───── Provided records

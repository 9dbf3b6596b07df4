// How much of an outcome's evidence comes from studies at each risk of bias (METHODS.md §13): a table
// in words and numbers, and a bar whose parts differ by pattern and label as well as shade, so that
// colour is never the only cue.
import { useTranslation } from "react-i18next";
import type { OutcomeView } from "#core/publication/brief-page";
import { useIntl } from "../i18n";
import { WithTerms } from "../Term";

const levels = ["low", "someConcerns", "high", "notAssessed"] as const;

/** One fill per level: solid, stripes, cross-hatch, empty; the SVG's patterns are named per outcome. */
const fills: Record<(typeof levels)[number], string> = { low: "solid", someConcerns: "stripes", high: "hatch", notAssessed: "none" };

export function RiskOfBiasEvidence({ outcome }: { outcome: OutcomeView }) {
  const { t } = useTranslation();
  const intl = useIntl();
  const summary = outcome.riskOfBias;
  if (!summary) return null;
  const id = `outcome-${outcome.index + 1}-rob`;
  // Participants where the format has arm sizes; else studies.
  const basis = summary.participants ? "participants" : "studies";
  const amounts = summary.participants ?? summary.studies;
  const total = levels.reduce((sum, level) => sum + amounts[level], 0);
  const percent = (level: (typeof levels)[number]) => (total > 0 ? (100 * amounts[level]) / total : 0);
  const label = levels.map((level) => `${t(`riskOfBias.level.${level}`)} ${intl.number(percent(level), 0)}%`).join(", ");
  // Where each part starts: the shares of the levels before it.
  const starts = levels.map((_, i) => levels.slice(0, i).reduce((sum, level) => sum + percent(level), 0));
  return (
    <section aria-labelledby={id} className="mt-10" data-testid="risk-of-bias">
      <h3 id={id} className="text-xl font-semibold">{t("riskOfBias.heading")}</h3>
      <p className="mt-2"><WithTerms i18nKey="riskOfBias.intro" terms={{ term: "risk-of-bias" }} /></p>
      <svg viewBox="0 0 100 8" preserveAspectRatio="none" className="mt-4 h-8 w-full max-w-2xl border border-ink" role="img" aria-label={t(`riskOfBias.barLabel.${basis}`, { summary: label })}>
        <defs>
          <pattern id={`${id}-stripes`} width="2" height="2" patternUnits="userSpaceOnUse" patternTransform="rotate(45)">
            <rect width="1" height="2" className="fill-ink" />
          </pattern>
          <pattern id={`${id}-hatch`} width="2" height="2" patternUnits="userSpaceOnUse" patternTransform="rotate(45)">
            <rect width="0.6" height="2" className="fill-accent" />
            <rect width="2" height="0.6" className="fill-accent" />
          </pattern>
        </defs>
        {levels.map((level, i) => {
          const width = percent(level);
          const start = starts[i];
          if (width === 0) return null;
          const fill = fills[level];
          return (
            <rect
              key={level}
              x={start}
              width={width}
              height="8"
              className={fill === "solid" ? "fill-ink" : fill === "none" ? "fill-white" : undefined}
              fill={fill === "stripes" || fill === "hatch" ? `url(#${id}-${fill})` : undefined}
              stroke="currentColor"
              strokeWidth="0.15"
              vectorEffect="non-scaling-stroke"
            />
          );
        })}
      </svg>
      {/* On a phone the columns come closer and the headings wrap; a table wider still scrolls in its own box. */}
      {/* Focusable, so that a keyboard can scroll it when a phone makes it wider than the screen. */}
      <div className="mt-3 overflow-x-auto" tabIndex={0} role="region" aria-labelledby={id}>
        <table className="font-sans text-sm">
          <thead>
            <tr className="border-b border-ink">
              <th scope="col" className="py-1 pe-3 sm:pe-6 text-start">{t("riskOfBias.column.level")}</th>
              <th scope="col" className="py-1 pe-3 sm:pe-6 text-end">{t("brief.studies")}</th>
              {summary.participants ? <th scope="col" className="py-1 pe-3 sm:pe-6 text-end">{t("compare.participants")}</th> : null}
              <th scope="col" className="py-1 text-end">{t(`riskOfBias.column.${basis}Share`)}</th>
            </tr>
          </thead>
          <tbody>
            {levels.map((level) => (
              <tr key={level} className="border-b border-rule">
                <th scope="row" className="py-1 pe-3 sm:pe-6 text-start font-normal">
                  <span aria-hidden="true" className={`me-2 inline-block h-3 w-5 border border-ink align-middle rob-swatch-${fills[level]}`} />
                  {t(`riskOfBias.level.${level}`)}
                </th>
                <td className="py-1 pe-3 sm:pe-6 text-end tabular-nums">{summary.studies[level]}</td>
                {summary.participants ? <td className="py-1 pe-3 sm:pe-6 text-end tabular-nums">{intl.number(summary.participants[level], 0)}</td> : null}
                <td className="py-1 text-end tabular-nums">{`${intl.number(percent(level), 0)}%`}</td>
              </tr>
            ))}
          </tbody>
        </table>
      </div>
    </section>
  );
}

──────────

Each line of the entries above that has the word "return" is to be copied.

  if (!summary) return null;
  return (
          if (width === 0) return null;
          return (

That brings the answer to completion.